§ **WHAT IS BEING ASKED**: Would you set down every line of the data below exactly as it reads?

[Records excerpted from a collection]
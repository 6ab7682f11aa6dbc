//! A whole system: its inputs, its history computed once, its state at any moment, and where
//! every figure comes from.
//!
//! Nothing here knows a file, a screen or a clock.

pub mod air;
pub mod cues;
pub mod date_band;
pub mod events;
pub mod history;
mod light_notes;
pub mod light_quantities;
pub mod limits;
pub mod mild_spans;
pub mod moment;
pub mod moment_light;
pub mod moment_request;
mod neighbour_notes;
pub mod notes;
pub mod pacing;
pub mod planet_choices;
pub mod planet_climate;
mod planet_events;
pub mod planet_light;
pub mod planet_past;
pub mod provenance;
pub mod quantities;
pub mod specification;
mod star_bands;
mod star_colours;
pub mod starlight;
pub mod statements;
pub mod ticks;

pub use air::Air;
pub use date_band::DateBand;
pub use events::{Event, EventFilter, EventGroup, EventKind};
pub use history::{History, HistoryError};
pub use moment::{Moment, PlanetMoment, PlanetState, StarMoment};
pub use moment_light::{LightReader, MomentLight};
pub use moment_request::{MomentProblem, MomentRequest};
pub use notes::{Note, NoteKind};
pub use pacing::{TimeAxis, TimeScale};
pub use planet_choices::{Carbon, TidesChoice, Water};
pub use planet_climate::PlanetClimate;
pub use planet_light::PlanetLight;
pub use specification::{Body, Fault, PlanetSpecification, StarSpecification, System, SystemProblem};
pub use starlight::{StarColour, Starlight};
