//! When the star's light takes on another colour word.

use super::events::{Event, EventKind};
use super::history::History;
use super::planet_events::halve;
use super::specification::Body;
use crate::physics::light::steady_colour_words;

/// Every change of the colour word, oldest first.
pub(super) fn changes(history: &History) -> Vec<Event> {
    let mut events = Vec::new();
    let mut before: Option<(f64, &'static str)> = None;
    for &age_yr in history.life().node_ages_yr() {
        let state = history.star_at(age_yr);
        if state.phase.is_dark() {
            break;
        }
        let word = steady_colour_words(before.map(|(_, word)| word), state.effective_temperature_k);
        if let Some((earlier_yr, known)) = before.filter(|(_, known)| *known != word) {
            let is_known = |age_yr: f64| {
                steady_colour_words(Some(known), history.star_at(age_yr).effective_temperature_k) == known
            };
            let time_yr = halve(earlier_yr, age_yr, is_known);
            let kind = EventKind::Colour(word);
            events.push(Event { time_yr, body: Body::Star, kind, caution: None, band: None });
        }
        before = Some((age_yr, word));
    }
    events
}
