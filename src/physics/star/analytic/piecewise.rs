//! Straight lines through a few points.

/// Value at `x` of the line through `points` in rising order, constant before the first and after the last.
pub(super) fn linear_through(x: f64, points: &[(f64, f64)]) -> f64 {
    let Some((&first, rest)) = points.split_first() else { return 0.0 };
    let mut before = first;
    if x <= before.0 {
        return before.1;
    }
    for &after in rest {
        if x <= after.0 {
            let width = after.0 - before.0;
            return if width > 0.0 { before.1 + (after.1 - before.1) * (x - before.0) / width } else { after.1 };
        }
        before = after;
    }
    before.1
}

#[cfg(test)]
mod tests {
    use super::*;

    #[test]
    fn lines_meet_at_the_points_and_stay_level_outside() {
        let points = [(1.0, 10.0), (2.0, 20.0), (2.0, 20.0), (4.0, 0.0)];
        let wanted = [(0.0, 10.0), (1.0, 10.0), (1.5, 15.0), (2.0, 20.0), (3.0, 10.0), (9.0, 0.0)];
        for (x, y) in wanted {
            assert_eq!(linear_through(x, &points), y);
        }
    }
}
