//! The text form of our files: a subset of RON, read with every place kept and every problem collected.
//!
//! The subset: structs with or without a name, tuples (for `Some(…)` and variants), lists, strings with escapes
//! and raw strings, decimal numbers with underscores and exponents, `true` and `false`, names of variants,
//! trailing commas, `//` and nested `/* */` comments. Maps, characters, bytes and extensions are left out.
//!
//! A ready-made reader stops at the first problem; a person who mends a file wants all of them at once.

mod lexer;
mod lines;
mod parser;
mod syntax;
mod tree;
mod writer;

pub use lines::Lines;
pub use parser::{Parsed, parse};
pub use syntax::SyntaxFault;
pub use tree::{Field, Node, Record, Span, Value};
pub use writer::{Writer, number_text, quoted};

§ **YOUR RESPONSE**:
repository 6ab7682f11aa6dbc
//! A whole system: its inputs, its history computed once, its state at any moment, and where
//! every figure comes from.
//!
//! Nothing here knows a file, a screen or a clock.

pub mod air;
pub mod cues;
pub mod date_band;
pub mod events;
pub mod history;
mod light_notes;
pub mod light_quantities;
pub mod limits;
pub mod mild_spans;
pub mod moment;
pub mod moment_light;
pub mod moment_request;
mod neighbour_notes;
pub mod notes;
pub mod pacing;
pub mod planet_choices;
pub mod planet_climate;
mod planet_events;
pub mod planet_light;
pub mod planet_past;
pub mod provenance;
pub mod quantities;
pub mod specification;
mod star_bands;
mod star_colours;
pub mod starlight;
pub mod statements;
pub mod ticks;

pub use air::Air;
pub use date_band::DateBand;
pub use events::{Event, EventFilter, EventGroup, EventKind};
pub use history::{History, HistoryError};
pub use moment::{Moment, PlanetMoment, PlanetState, StarMoment};
pub use moment_light::{LightReader, MomentLight};
pub use moment_request::{MomentProblem, MomentRequest};
pub use notes::{Note, NoteKind};
pub use pacing::{TimeAxis, TimeScale};
pub use planet_choices::{Carbon, TidesChoice, Water};
pub use planet_climate::PlanetClimate;
pub use planet_light::PlanetLight;
pub use specification::{Body, Fault, PlanetSpecification, StarSpecification, System, SystemProblem};
pub use starlight::{StarColour, Starlight};
//! When the star's light takes on another colour word.

use super::events::{Event, EventKind};
use super::history::History;
use super::planet_events::halve;
use super::specification::Body;
use crate::physics::light::steady_colour_words;

/// Every change of the colour word, oldest first.
pub(super) fn changes(history: &History) -> Vec<Event> {
    let mut events = Vec::new();
    let mut before: Option<(f64, &'static str)> = None;
    for &age_yr in history.life().node_ages_yr() {
        let state = history.star_at(age_yr);
        if state.phase.is_dark() {
            break;
        }
        let word = steady_colour_words(before.map(|(_, word)| word), state.effective_temperature_k);
        if let Some((earlier_yr, known)) = before.filter(|(_, known)| *known != word) {
            let is_known = |age_yr: f64| {
                steady_colour_words(Some(known), history.star_at(age_yr).effective_temperature_k) == known
            };
            let time_yr = halve(earlier_yr, age_yr, is_known);
            let kind = EventKind::Colour(word);
            events.push(Event { time_yr, body: Body::Star, kind, caution: None, band: None });
        }
        before = Some((age_yr, word));
    }
    events
}
filename src/physics/star/analytic/piecewise.rs
//! Straight lines through a few points.

/// Value at `x` of the line through `points` in rising order, constant before the first and after the last.
pub(super) fn linear_through(x: f64, points: &[(f64, f64)]) -> f64 {
    let Some((&first, rest)) = points.split_first() else { return 0.0 };
    let mut before = first;
    if x <= before.0 {
        return before.1;
    }
    for &after in rest {
        if x <= after.0 {
            let width = after.0 - before.0;
            return if width > 0.0 { before.1 + (after.1 - before.1) * (x - before.0) / width } else { after.1 };
        }
        before = after;
    }
    before.1
}

#[cfg(test)]
mod tests {
    use super::*;

    #[test]
    fn lines_meet_at_the_points_and_stay_level_outside() {
        let points = [(1.0, 10.0), (2.0, 20.0), (2.0, 20.0), (4.0, 0.0)];
        let wanted = [(0.0, 10.0), (1.0, 10.0), (1.5, 15.0), (2.0, 20.0), (3.0, 10.0), (9.0, 0.0)];
        for (x, y) in wanted {
            assert_eq!(linear_through(x, &points), y);
        }
    }
}
//! The text form of our files: a subset of RON, read with every place kept and every problem collected.
//!
//! The subset: structs with or without a name, tuples (for `Some(…)` and variants), lists, strings with escapes
//! and raw strings, decimal numbers with underscores and exponents, `true` and `false`, names of variants,
//! trailing commas, `//` and nested `/* */` comments. Maps, characters, bytes and extensions are left out.
//!
//! A ready-made reader stops at the first problem; a person who mends a file wants all of them at once.

mod lexer;
mod lines;
mod parser;
mod syntax;
mod tree;
mod writer;

pub use lines::Lines;
pub use parser::{Parsed, parse};
pub use syntax::SyntaxFault;
pub use tree::{Field, Node, Record, Span, Value};
pub use writer::{Writer, number_text, quoted};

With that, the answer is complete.